O secretário-geral do PCP, Jerónimo de Sousa, afirmou este sábado que o CDS-PP apresenta “ar de anjinho”, na sequência do chumbo, pela maioria de esquerda, da resolução dos centristas de rejeição dos programas de Estabilidade e de Reformas.

"Vem agora com ar de anjinho propor a rejeição do Programa de Estabilidade, que é filho do semestre europeu e que o CDS subscreveu. Deixa cair a máscara, porque, na tal resolução, associava e propunha que todas as mal feitorias feitas durante quatro anos fossem restauradas e intensificadas. Não queria mais nada, o CDS. O nosso partido fez bem em derrotar tal intenção”, disse.

Jerónimo de Sousa, que falava em Avis, no distrito de Portalegre, na sessão de encerramento do 15º Encontro Regional de Quadros do Alentejo do PCP, recordou que o CDS-PP é “corresponsável”, no anterior Governo, e que os centristas têm “a sua assinatura no pacto de agressão”, que conduziu a “imposições” e “constrangimentos” no país.

“Deixa cair a máscara porque, na tal resolução, associava e propunha que todas as mal feitorias feitas durante quatro anos fossem restauradas e intensificadas”, alertou.

Jerónimo de Sousa que acusou ainda o CDS-PP de “falsidade” e de aplicar “golpes de ilusionismo político”, em todo este processo.

“A intriga e a chicana política montada pelo CDS, a pretexto da recusa do PCP de aprovação de um seu projeto de resolução sobre os ditos programas, são dignas de registo”, disse.

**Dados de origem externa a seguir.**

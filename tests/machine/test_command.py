import contextlib
import fcntl
import os
import signal
import subprocess
import sys
import threading
import time
from collections.abc import Sequence
from pathlib import Path

import pytest

from diskwatch.machine import command
from diskwatch.machine.command import Answer, Door, Ending


def script(folder: Path, body: str, name: str = "tool") -> str:
    path = folder / name
    path.write_text(f"#!/bin/sh\n{body}\n")
    path.chmod(0o755)
    return str(path)


def test_output_errors_and_exit_status_come_back_apart(tmp_path: Path):
    tool = script(tmp_path, "echo said; echo complained >&2; exit 68")
    answer = Door().run([tool], timeout=10)
    assert answer == Answer(ending=Ending.ENDED, status=68, out=b"said\n", err=b"complained\n")


def test_arguments_reach_the_command_unchanged_and_no_shell_sees_them(tmp_path: Path):
    tool = script(tmp_path, 'printf "%s|" "$@"')
    answer = Door().run([tool, "-d", "megaraid,7", "$HOME; echo gone", "/dev/bus/0"], timeout=10)
    assert answer.out == b"-d|megaraid,7|$HOME; echo gone|/dev/bus/0|"


def test_the_command_runs_in_the_c_locale_with_nothing_to_read_and_in_its_own_group(
    tmp_path: Path, monkeypatch: pytest.MonkeyPatch
):
    monkeypatch.setenv("LC_ALL", "de_DE.UTF-8")
    tool = script(
        tmp_path,
        'read line; echo "$LC_ALL:$line:$(ps -o pgid= -p $$ 2>/dev/null || cut -d" " -f5 /proc/$$/stat)"',
    )
    locale, line, group = Door().run([tool], timeout=10).out.decode().strip().split(":")
    assert (locale, line) == ("C", "")
    assert int(group) != os.getpgid(0)
    assert os.environ["LC_ALL"] == "de_DE.UTF-8"


def test_a_command_on_path_is_found_by_its_name(tmp_path: Path, monkeypatch: pytest.MonkeyPatch):
    script(tmp_path, "echo found", name="tool-of-the-test")
    monkeypatch.setenv("PATH", str(tmp_path))
    assert Door().run(["tool-of-the-test"], timeout=10).out == b"found\n"


def test_a_command_of_the_system_is_found_though_an_ordinary_users_path_lacks_its_folder(
    tmp_path: Path, monkeypatch: pytest.MonkeyPatch
):
    """On Debian smartctl lies in /usr/sbin, which only root has on PATH."""
    sbin = tmp_path / "sbin"
    sbin.mkdir()
    script(sbin, "echo found", name="tool-of-the-test")
    monkeypatch.setenv("PATH", "/usr/bin:/bin")
    assert Door().run(["tool-of-the-test"], timeout=10).ending is Ending.MISSING
    assert "/usr/sbin" in command._SBIN.split(":")
    monkeypatch.setattr(command, "_SBIN", f"{command._SBIN}:{sbin}")
    assert Door().run(["tool-of-the-test"], timeout=10).out == b"found\n"


def test_a_hanging_command_is_killed_in_time_with_its_children(tmp_path: Path):
    trace = tmp_path / "alive"
    tool = script(tmp_path, f"echo begun; (sleep 1; echo alive > {trace}) & sleep 60")
    begun = time.monotonic()
    door = Door()
    answer = door.run([tool], timeout=0.3)
    assert time.monotonic() - begun < 3
    assert (answer.ending, answer.status, answer.out) == (Ending.TIMED_OUT, None, b"begun\n")
    time.sleep(1.1)
    assert not trace.exists()
    assert door.abandoned == 0


def test_a_command_that_trickles_for_ever_is_killed_in_time(tmp_path: Path):
    tool = script(tmp_path, "while :; do echo drop; done")
    begun = time.monotonic()
    assert Door(limit=10**9).run([tool], timeout=0.3).ending is Ending.TIMED_OUT
    assert time.monotonic() - begun < 3


def test_a_command_that_closes_its_output_and_lives_on_is_killed_in_time(tmp_path: Path):
    tool = script(tmp_path, "exec >&- 2>&-; sleep 60")
    assert Door().run([tool], timeout=0.3).ending is Ending.TIMED_OUT


@pytest.mark.parametrize("apart", ["", "setsid "])
def test_the_answer_of_a_command_that_has_ended_is_whole_though_a_helper_of_it_holds_its_output(
    tmp_path: Path, apart: str
):
    helper = tmp_path / "helper"
    begin = f"{apart}sh -c 'echo $$ > {helper}; exec sleep 30' & while [ ! -s {helper} ]; do sleep 0.02; done"
    tool = script(tmp_path, f"{begin}; echo said; exit 4")
    begun = time.monotonic()
    answer = Door().run([tool], timeout=20)
    assert time.monotonic() - begun < 5
    assert answer == Answer(ending=Ending.ENDED, status=4, out=b"said\n")
    if apart:
        os.kill(int(helper.read_text()), signal.SIGKILL)
    else:
        assert is_gone(int(helper.read_text()))


def test_what_a_helper_still_says_shortly_after_the_command_has_ended_is_heard(
    tmp_path: Path, monkeypatch: pytest.MonkeyPatch
):
    monkeypatch.setattr(command, "_LINGER", 10.0)  # a busy computer must not decide what this test sees
    tool = script(tmp_path, "(sleep 0.4; echo late) & echo said")
    assert Door().run([tool], timeout=20).out == b"said\nlate\n"


def test_a_helper_that_talks_on_for_ever_neither_holds_the_answer_nor_spoils_its_status(tmp_path: Path):
    tool = script(tmp_path, "(while :; do echo drop; sleep 0.05; done) & exit 3")
    begun = time.monotonic()
    answer = Door().run([tool], timeout=20)
    assert time.monotonic() - begun < 5
    assert (answer.ending, answer.status) == (Ending.ENDED, 3)


def is_gone(process: int) -> bool:
    """Whether a killed process ends; who takes it up, and when, is not ours to say."""
    for _ in range(100):
        try:
            state = Path(f"/proc/{process}/stat").read_text().rpartition(") ")[2][0]
        except FileNotFoundError:
            return True
        if state == "Z":
            return True
        time.sleep(0.02)
    return False


def test_a_child_that_even_sigkill_does_not_end_is_left_behind_and_counted_until_it_goes(
    tmp_path: Path, monkeypatch: pytest.MonkeyPatch
):
    # What the kernel does with a child in an uninterruptible call: the signal is taken, and nothing happens.
    monkeypatch.setattr("diskwatch.machine.command._kill", lambda _child: None)
    tool = script(tmp_path, "exec sleep 1.2")
    door = Door(grace=0.1)
    begun = time.monotonic()
    assert door.run([tool], timeout=0.2, owner="this drive").ending is Ending.TIMED_OUT
    assert time.monotonic() - begun < 1.0
    assert door.abandoned == 1
    assert door.run([tool], timeout=0.2, owner="this drive").ending is Ending.HELD
    assert door.run([script(tmp_path, "exit 0", "other")], timeout=5, owner="another").status == 0
    deadline = time.monotonic() + 10
    while door.abandoned and time.monotonic() < deadline:
        time.sleep(0.05)
    assert door.abandoned == 0
    assert door.run([script(tmp_path, "exit 0", "again")], timeout=5, owner="this drive").status == 0


@pytest.fixture
def held_tool(tmp_path: Path):
    """A command whose start takes as long as on a disk that hangs: a lease keeps the kernel from opening it."""
    tool = script(tmp_path, "echo begun", "held")
    before = signal.signal(signal.SIGIO, signal.SIG_IGN)
    held = os.open(tool, os.O_RDWR)
    try:
        try:
            fcntl.fcntl(held, fcntl.F_SETLEASE, fcntl.F_WRLCK)
        except OSError:
            pytest.skip("this file system grants no leases")
        yield tool, held
    finally:
        with contextlib.suppress(OSError):  # the test lets go of it
            os.close(held)
        signal.signal(signal.SIGIO, before)


def test_a_command_that_cannot_even_be_started_holds_nobody_and_is_counted_until_it_can(
    tmp_path: Path, held_tool: tuple[str, int]
):
    tool, held = held_tool
    door = Door()
    begun = time.monotonic()
    assert door.run([tool], timeout=0.2, owner="this drive").ending is Ending.TIMED_OUT
    assert time.monotonic() - begun < 2
    assert door.abandoned == 1
    assert door.run([tool], timeout=0.2, owner="this drive").ending is Ending.HELD
    assert door.run([script(tmp_path, "exit 0", "other")], timeout=5, owner="another").status == 0
    os.close(held)
    deadline = time.monotonic() + 10
    while door.abandoned and time.monotonic() < deadline:
        time.sleep(0.05)
    assert door.abandoned == 0


@pytest.mark.parametrize("stopped", [False, True])
def test_a_command_whose_start_outlives_its_limit_is_killed_as_soon_as_it_runs(
    tmp_path: Path, monkeypatch: pytest.MonkeyPatch, stopped: bool
):
    started: list[subprocess.Popen[bytes]] = []
    may_start, start = threading.Event(), command._child

    def slow(argv: Sequence[str]) -> subprocess.Popen[bytes]:
        may_start.wait(10)
        started.append(start(argv))
        return started[0]

    monkeypatch.setattr(command, "_child", slow)
    door = Door()
    assert door.run([script(tmp_path, "exec sleep 60")], timeout=0.05).ending is Ending.TIMED_OUT
    if stopped:
        door.stop()
    may_start.set()
    deadline = time.monotonic() + 10
    while not (started and started[0].returncode is not None) and time.monotonic() < deadline:
        time.sleep(0.01)
    assert started[0].returncode == -signal.SIGKILL


def test_stop_takes_up_those_whom_the_kernel_has_let_go_of(tmp_path: Path):
    child = command._child([script(tmp_path, "exit 0")])
    for pipe in (child.stdout, child.stderr):
        assert pipe is not None
        pipe.close()
    os.waitid(os.P_PID, child.pid, os.WEXITED | os.WNOWAIT)
    door = Door()
    door._left_behind.append(("", child))
    door.stop()
    assert (child.returncode, door._left_behind) == (0, [])


def test_a_missing_command_is_told_from_one_that_may_not_be_run_and_from_one_that_fails(tmp_path: Path):
    flat = tmp_path / "flat"
    flat.write_text("no program")
    broken = tmp_path / "broken"
    broken.write_bytes(b"\x00\x01\x02")
    broken.chmod(0o755)
    door = Door()
    assert door.run([str(tmp_path / "none")], timeout=1).ending is Ending.MISSING
    assert door.run(["no-such-command-anywhere"], timeout=1).ending is Ending.MISSING
    assert door.run([str(flat)], timeout=1).ending is Ending.NOT_EXECUTABLE
    assert door.run([str(tmp_path)], timeout=1).ending is Ending.NOT_EXECUTABLE
    assert door.run([str(broken)], timeout=1).ending is Ending.NOT_EXECUTABLE
    assert door.run([script(tmp_path, "exit 1")], timeout=5).status == 1
    assert door.run(["a\0b"], timeout=1).ending is Ending.NOT_STARTED


def test_endless_output_is_cut_off_and_the_command_killed():
    answer = Door(limit=100_000).run([sys.executable, "-c", "while True: print('x' * 1000)"], timeout=30)
    assert answer.ending is Ending.TOO_MUCH
    assert 100_000 < len(answer.out) < 300_000


def test_large_output_within_the_limit_comes_whole():
    answer = Door().run([sys.executable, "-c", "print('x' * 3_000_000)"], timeout=30)
    assert (answer.ending, len(answer.out)) == (Ending.ENDED, 3_000_001)


def test_stop_ends_what_runs_from_another_thread_and_refuses_what_comes_later(tmp_path: Path):
    tool = script(tmp_path, "echo begun; exec sleep 60")
    door = Door()
    answers: list[Answer] = []
    asking = threading.Thread(target=lambda: answers.append(door.run([tool], timeout=60)))
    asking.start()
    deadline = time.monotonic() + 10
    while not door._running and time.monotonic() < deadline:
        time.sleep(0.01)
    door.stop()
    asking.join(10)
    assert answers[0].ending is Ending.STOPPED
    assert door.run([tool], timeout=60) == Answer(ending=Ending.STOPPED)


def test_a_command_killed_by_a_signal_gives_that_as_a_negative_status(tmp_path: Path):
    assert Door().run([script(tmp_path, "kill -SEGV $$")], timeout=10).status == -11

“É conhecida a recusa e a denúncia do PCP acerca destes programas, que são impostos pela União Europeia para aplicar uma política que todos conhecem, e sentem que, nos últimos anos, conduziu ao aumento da crise”, acrescentou.

O PSD também não foi esquecido pelo líder dos comunistas, tendo acusado o partido de Pedro Passos Coelho de ter entrado nos últimos dias em “manobra e intriga”, em redor dos programas de estabilidade e reformas, e nas questões relacionadas com as previsões do défice.

“Nestes últimos dias, foram a manobra e intriga do PSD e do CDS, à volta do programa nacional de reformas e com o programa de estabilidade e, agora, já ensaiam uma nova guerra à volta de umas décimas das previsões do défice, para justificarem novas medidas de exploração e de empobrecimento”, afirmou.

Jerónimo de Sousa fez questão de sublinhar na sua intervenção que o Programa Nacional de Reformas e o Programa de Estabilidade em curso “são da responsabilidade do Governo” e que o PCP “não os aprovou”.

No seu discurso, o secretário-geral do PCP anunciou ainda que o partido vai apresentar, na segunda-feira, um projeto-lei na Assembleia da República, para a reposição das freguesias.

“Vamos concretizar rapidamente uma iniciativa legislativa, para devolver as freguesias às populações”, disse.